Humans form societies also characterized by division of labor and collective intelligence. However, it is difficult to examine how social life influenced our brain evolution because we are a single species and historical analyses are limited to comparison of cranial capacity of fossil forms. Ants, in contrast, are a species-rich clade that shows broad variation in social complexity and body size, enabling phylogenetic and socioecological contrasts. Our research can help identifying general principles of the evolutionary neurobiology of social animals, including us. The ant miniaturized brains can inform about evolutionary trade-offs, and how selection for neural efficient and minimal neuroarchitectures can solve cognitive problems and support social behavior. Research on ants has additional societal benefits, for example, by inspiring computer scientists to develop distributed computing systems, and inexpensive robots exhibiting swarm intelligence.

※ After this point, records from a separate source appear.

r"""Scoring an ensemble of configurations from their stored outer-test predictions.

Each member was refit on an outer fold's training set and predicted that fold's test rows; averaging
those predictions gives what a voting ensemble of the members, fitted on the same training set, would
predict there. Scores come from scikit-learn's own scorers (``sklearn.metrics.get_scorer``), called on
a stand-in that hands back the averaged predictions, so every scorer name means what it means there.
"""

from __future__ import annotations

from collections.abc import Sequence
from dataclasses import dataclass

import numpy as np
import pandas as pd
from sklearn import config_context
from sklearn.base import BaseEstimator, ClassifierMixin, RegressorMixin
from sklearn.metrics import get_scorer, get_scorer_names

KINDS = ("proba", "decision", "predict")
# Said beside every ensemble estimate: the members may have been picked by looking at these same folds.
ESTIMATE_CAUTION = ("This reuses the outer test folds: honest for a rule fixed in advance (such as all "
                    "overall fold winners), optimistic for members picked by hand after seeing these scores.")
VOTING_TEXT = {
    "soft": "soft voting: the members' class probabilities averaged",
    "hard": "hard voting: the majority of the members' predicted labels, ties to the first class",
    "mean": "the mean of the members' predictions",
}


@dataclass(frozen=True)
class FoldMembers:
    """The members' predictions on one outer fold's test rows, in member order.

    ``predictions`` holds one ``(kind, values)`` per member, ``values`` of shape (n_test, n_columns);
    None when some member has no prediction on this fold (its fit failed, or it was not refit here).
    """

    repeat: int
    outer_fold: int
    y_true: Sequence
    predictions: list[tuple[str, np.ndarray]] | None


@dataclass(frozen=True)
class EnsembleScores:
    voting: str  # "soft", "hard" or "mean"
    scores: pd.DataFrame  # repeat, outer_fold, metric, score (NaN where the fold could not be scored)
    unavailable: dict[str, str]  # metric -> why the stored predictions cannot give it


def voting_for(kinds, *, task: str) -> str:
    """The combination rule the members' prediction kinds allow.

    Parameters
    ----------
    kinds : iterable of str
        The kinds of every stored prediction of every member: "proba", "decision" or "predict".
    task : {"classification", "regression"}

    Returns
    -------
    str
        "mean" for regression; "soft" when every prediction holds class probabilities, else "hard".

    Notes
    -----
    As ``VotingClassifier`` offers soft voting only when every member has ``predict_proba``.

    References
    ----------
    Pedregosa, F. et al. (2011). Scikit-learn: machine learning in Python. Journal of Machine
    Learning Research 12, 2825-2830 (``VotingClassifier``, ``VotingRegressor``).

    Examples
    --------
    >>> voting_for(["proba", "proba"], task="classification"), voting_for(["proba", "decision"],
    ...                                                                     task="classification")
    ('soft', 'hard')
    """
    kinds = set(kinds)
    unknown = kinds - set(KINDS)
    if unknown or task not in ("classification", "regression"):
        raise ValueError(f"kinds must be among {KINDS} and task 'classification' or 'regression'; "
                         f"received kinds {sorted(unknown)} and task {task!r}")
    if task == "regression":
        return "mean"
    return "soft" if kinds <= {"proba"} else "hard"


def combine_predictions(predictions: Sequence[tuple[str, np.ndarray]], *, voting: str,
                        n_classes: int | None = None) -> np.ndarray:
    r"""Average the members' predictions of the same rows, as a voting ensemble would.

    Parameters
    ----------
    predictions : sequence of (kind, values)
        One per member; ``values`` of shape (n_rows, n_columns), or (n_rows,). Probabilities come in the class
        order of the assessment, a "predict" of a classifier is the class position (as a float).
    voting : {"soft", "hard", "mean"}
    n_classes : int, optional
        Needed for hard voting.

    Returns
    -------
    ndarray
        Soft: the mean probabilities, shape (n_rows, n_classes). Hard: the winning class position per
        row. Mean: the mean prediction per row.

    Notes
    -----
    With :math:`M` members, soft voting gives :math:`\bar p(c \mid x) = \frac1M \sum_m p_m(c \mid x)`
    and the label :math:`\arg\max_c \bar p(c \mid x)`; hard voting the label
    :math:`\arg\max_c \sum_m [\hat y_m(x) = c]`, the first class winning a tie; regression
    :math:`\frac1M \sum_m \hat y_m(x)`. In hard voting a member's label is the arg max of its
    probabilities, the sign of a single decision value (positive: the second class) or the arg max
    of several, which is its ``predict`` for most scikit-learn classifiers (not for
    ``SVC(probability=True)``, whose probabilities come from a separate calibration).

    References
    ----------
    Kittler, J., Hatef, M., Duin, R. P. W. and Matas, J. (1998). On combining classifiers. IEEE
    Transactions on Pattern Analysis and Machine Intelligence 20(3), 226-239.
    Kuncheva, L. I. (2004). Combining Pattern Classifiers: Methods and Algorithms. Wiley.

    Examples
    --------
    >>> a = ("proba", np.array([[0.9, 0.1], [0.4, 0.6]]))
    >>> b = ("proba", np.array([[0.5, 0.5], [0.8, 0.2]]))
    >>> combine_predictions([a, b], voting="soft")
    array([[0.7, 0.3],
           [0.6, 0.4]])
    >>> combine_predictions([a, b, ("predict", np.array([[1.0], [1.0]]))], voting="hard", n_classes=2)
    array([0, 1])
    """
    if not predictions:
        raise ValueError("an ensemble needs at least one member's predictions; received none")
    values = [np.asarray(array, dtype=float) for _, array in predictions]
    values = [array.reshape(len(array), -1) for array in values]  # one column may come as a vector
    if len({array.shape[0] for array in values}) > 1:
        raise ValueError(f"members predicted different numbers of rows: "
                         f"{[array.shape[0] for array in values]}")
    if voting == "soft":
        return np.average(np.asarray(values), axis=0)  # as VotingClassifier.predict_proba
    if voting == "mean":
        return np.average(np.column_stack([array[:, 0] for array in values]), axis=1)  # as VotingRegressor
    if voting != "hard" or not n_classes:
        raise ValueError(f"voting must be 'soft', 'hard' (with n_classes) or 'mean'; received {voting!r} "
                         f"and n_classes={n_classes!r}")
    votes = np.zeros((values[0].shape[0], n_classes))
    for (kind, _), array in zip(predictions, values, strict=True):
        votes[np.arange(len(array)), _labels(kind, array)] += 1
    return np.argmax(votes, axis=1)  # the first of tied classes, as np.bincount(...).argmax()


def score_combined(combined: np.ndarray, y_true, *, voting: str, metric: str, classes=None) -> float:
    """A scikit-learn scorer's value for the combined predictions of one outer fold.

    Parameters
    ----------
    combined : ndarray
        The output of :func:`combine_predictions`.
    y_true : array-like
        The true targets of the rows, in the same order.
    voting : {"soft", "hard", "mean"}
    metric : str
        A name from ``sklearn.metrics.get_scorer_names()``.
    classes : array-like, optional
        The class labels in the order of the probability columns (classification).

    Returns
    -------
    float
        The scorer's value (greater is better, as scikit-learn orients every scorer).

    Notes
    -----
    The scorer is called on a stand-in estimator whose ``predict_proba`` (soft voting only) and
    ``predict`` return the combined predictions, with ``classes_`` the given classes: exactly the
    methods a ``VotingClassifier`` of that voting, or a ``VotingRegressor``, offers. A scorer that
    needs a method the ensemble lacks (``roc_auc`` under hard voting) raises ``AttributeError``.

    References
    ----------
    Pedregosa, F. et al. (2011). Scikit-learn: machine learning in Python. Journal of Machine
    Learning Research 12, 2825-2830.

    Examples
    --------
    >>> proba = np.array([[0.7, 0.3], [0.6, 0.4], [0.2, 0.8]])
    >>> score_combined(proba, [0, 1, 1], voting="soft", metric="accuracy", classes=[0, 1])
    0.6666666666666666
    """
    return _score_with(_scorer(metric), combined, y_true, voting=voting, classes=classes)


def _scorer(metric: str):
    if metric not in get_scorer_names():
        raise ValueError(f"metric {metric!r} is not a scikit-learn scorer name; see "
                         f"sklearn.metrics.get_scorer_names()")
    return get_scorer(metric)  # a fresh copy of the scorer each call: get it once per metric


def _score_with(scorer, combined: np.ndarray, y_true, *, voting: str, classes) -> float:
    y_true = np.asarray(y_true)
    if len(y_true) != len(combined):
        raise ValueError(f"{len(y_true)} true targets for {len(combined)} predicted rows")
    stand_in = {"soft": _SoftVotes, "hard": _HardVotes, "mean": _MeanPrediction}[voting](combined, classes)
    return float(scorer(stand_in, np.zeros((len(combined), 1)), y_true))


def score_ensemble(folds: Sequence[FoldMembers], *, task: str, metrics: Sequence[str],
                   classes=None) -> EnsembleScores:
    """Score an ensemble on every outer fold with every metric its predictions allow.

    Parameters
    ----------
    folds : sequence of FoldMembers
        One per outer fold (over all repeats), members in the same order in each.
    task : {"classification", "regression"}
    metrics : sequence of str
        scikit-learn scorer names.
    classes : array-like, optional
        Class labels in the order of the stored probability columns (classification).

    Returns
    -------
    EnsembleScores
        ``voting`` (from :func:`voting_for`), ``scores`` (one row per fold and available metric, NaN
        where a member had no prediction or the scorer failed on that fold) and ``unavailable``
        (metric -> reason, for metrics no fold could give).

    Notes
    -----
    Per fold: :func:`combine_predictions` then :func:`score_combined`. On each outer fold this equals
    refitting a ``VotingClassifier`` (or ``VotingRegressor``) of the members on the outer training set
    and scoring it on the outer test set.

    References
    ----------
    Kuncheva, L. I. (2004). Combining Pattern Classifiers: Methods and Algorithms. Wiley.

    Examples
    --------
    >>> fold = FoldMembers(0, 0, [1.0, 2.0], [("predict", np.array([[1.0], [3.0]])),
    ...                                        ("predict", np.array([[1.0], [1.0]]))])
    >>> result = score_ensemble([fold], task="regression", metrics=["neg_mean_absolute_error"])
    >>> result.voting, result.scores["score"].tolist()
    ('mean', [-0.0])
    """
    complete = [fold for fold in folds if fold.predictions is not None]
    if not complete:
        raise ValueError(f"none of the {len(folds)} outer folds has a prediction from every member")
    voting = voting_for([kind for fold in complete for kind, _ in fold.predictions], task=task)
    n_classes = None if classes is None else len(classes)
    combined = {(fold.repeat, fold.outer_fold): combine_predictions(fold.predictions, voting=voting,
                                                                    n_classes=n_classes) for fold in complete}
    rows, unavailable = [], {}
    # The arguments are ours, so the metrics' argument checks (a third of their time) can go.
    with config_context(skip_parameter_validation=True):
        for metric in metrics:
            if metric not in get_scorer_names():  # a scorer of the user's own, which only the run had
                unavailable[metric] = (f"{metric!r} is a scorer of the run's own, not a scikit-learn scorer name, "
                                       f"so it cannot be recomputed from stored predictions")
                continue
            rows += _scored_metric(folds, combined, metric, voting=voting, classes=classes,
                                   unavailable=unavailable)
    frame = pd.DataFrame(rows, columns=["repeat", "outer_fold", "metric", "score"])
    frame = frame.astype({"repeat": "int64", "outer_fold": "int64", "score": "float64"})
    return EnsembleScores(voting, frame, unavailable)


def _scored_metric(folds, combined: dict, metric: str, *, voting: str, classes, unavailable: dict) -> list[tuple]:
    """One metric's (repeat, outer_fold, metric, score) rows; none, and a reason in ``unavailable``, when no
    fold could be scored with it."""
    scores, errors, scorer = [], [], _scorer(metric)
    for fold in folds:
        key = (fold.repeat, fold.outer_fold)
        score = np.nan
        if key in combined:
            try:
                score = _score_with(scorer, combined[key], fold.y_true, voting=voting, classes=classes)
            except (AttributeError, TypeError, ValueError) as error:
                errors.append(_reason(metric, voting, error))
        scores.append((*key, metric, score))
    if len(errors) == len(combined):
        unavailable[metric] = errors[0]
        return []
    return scores


def _labels(kind: str, values: np.ndarray) -> np.ndarray:
    if kind == "predict":
        return values[:, 0].astype(np.int64)
    if kind == "decision" and values.shape[1] == 1:
        return (values[:, 0] > 0).astype(np.int64)  # as LinearClassifierMixin.predict
    return np.argmax(values, axis=1)


def _reason(metric: str, voting: str, error: Exception) -> str:
    if isinstance(error, AttributeError):
        return (f"{metric} needs class probabilities or decision values, which {VOTING_TEXT[voting]} "
                f"does not give")
    return f"{metric} failed on these predictions: {error}"


class _Votes(BaseEstimator):
    """Stands in for the fitted ensemble: hands back the combined predictions of the rows scored."""

    def __init__(self, combined, classes):
        self.combined, self.classes = combined, classes

    def _rows(self, X) -> None:
        if len(X) != len(self.combined):
            raise ValueError(f"asked for {len(X)} rows, holds predictions of {len(self.combined)}")


class _SoftVotes(ClassifierMixin, _Votes):
    def __init__(self, combined, classes):
        super().__init__(combined, classes)
        self.classes_ = np.asarray(classes)

    def predict_proba(self, X):
        self._rows(X)
        return self.combined

    def predict(self, X):
        self._rows(X)
        return self.classes_[np.argmax(self.combined, axis=1)]


class _HardVotes(ClassifierMixin, _Votes):
    def __init__(self, combined, classes):
        super().__init__(combined, classes)
        self.classes_ = np.asarray(classes)

    def predict(self, X):
        self._rows(X)
        return self.classes_[self.combined]


class _MeanPrediction(RegressorMixin, _Votes):
    def predict(self, X):
        self._rows(X)
        return self.combined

Our overall objectives are to understand the relationship between brain size, region investment, metabolic costs and individual cognitive abilities of ant workers under different levels of sociality. We examine the effect of distributed information processing in the form of degree of collective foraging, subcaste polymorphism and colony size on the neurobiological, cognitive and behavioral characteristics of ant workers, and also on the energetic investment in functionally specialized brain compartments that underlie behavior. We apply techniques to study collective animal behavior and neurobiological methodologies on ant species varying in social complexity. This integrated approach allows us to analyze the evolutionary relationship between social complexity and brain evolution.
BrainiAnts started on August 1st, 2015 establishing a collaboration between the laboratory of James Traniello (Boston University, USA) and the research team of Martin Giurfa (Research Center for Animal Cognition, France). During her stay at the Traniello lab, the Marie Skłodowska-Curie (MSCA) fellow has received training in neuroanatomical, neurophysiological and computational imaging techniques, scientific writing, statistical analysis, peer review, and grant proposal evaluation. She is analyzing the effect of social complexity on the capabilities individual ants by comparing sister clades varying in their degree of sociality or worker subcastes within the same species.
We have used complementary approaches:
BRAIN STRUCTURE ANALYSIS
We have collected data (brain images) of different ant species and subcastes. The ant brain is a mosaic of regions associated we different functions; we hypothesize that sociality might underlie a differential regional investment.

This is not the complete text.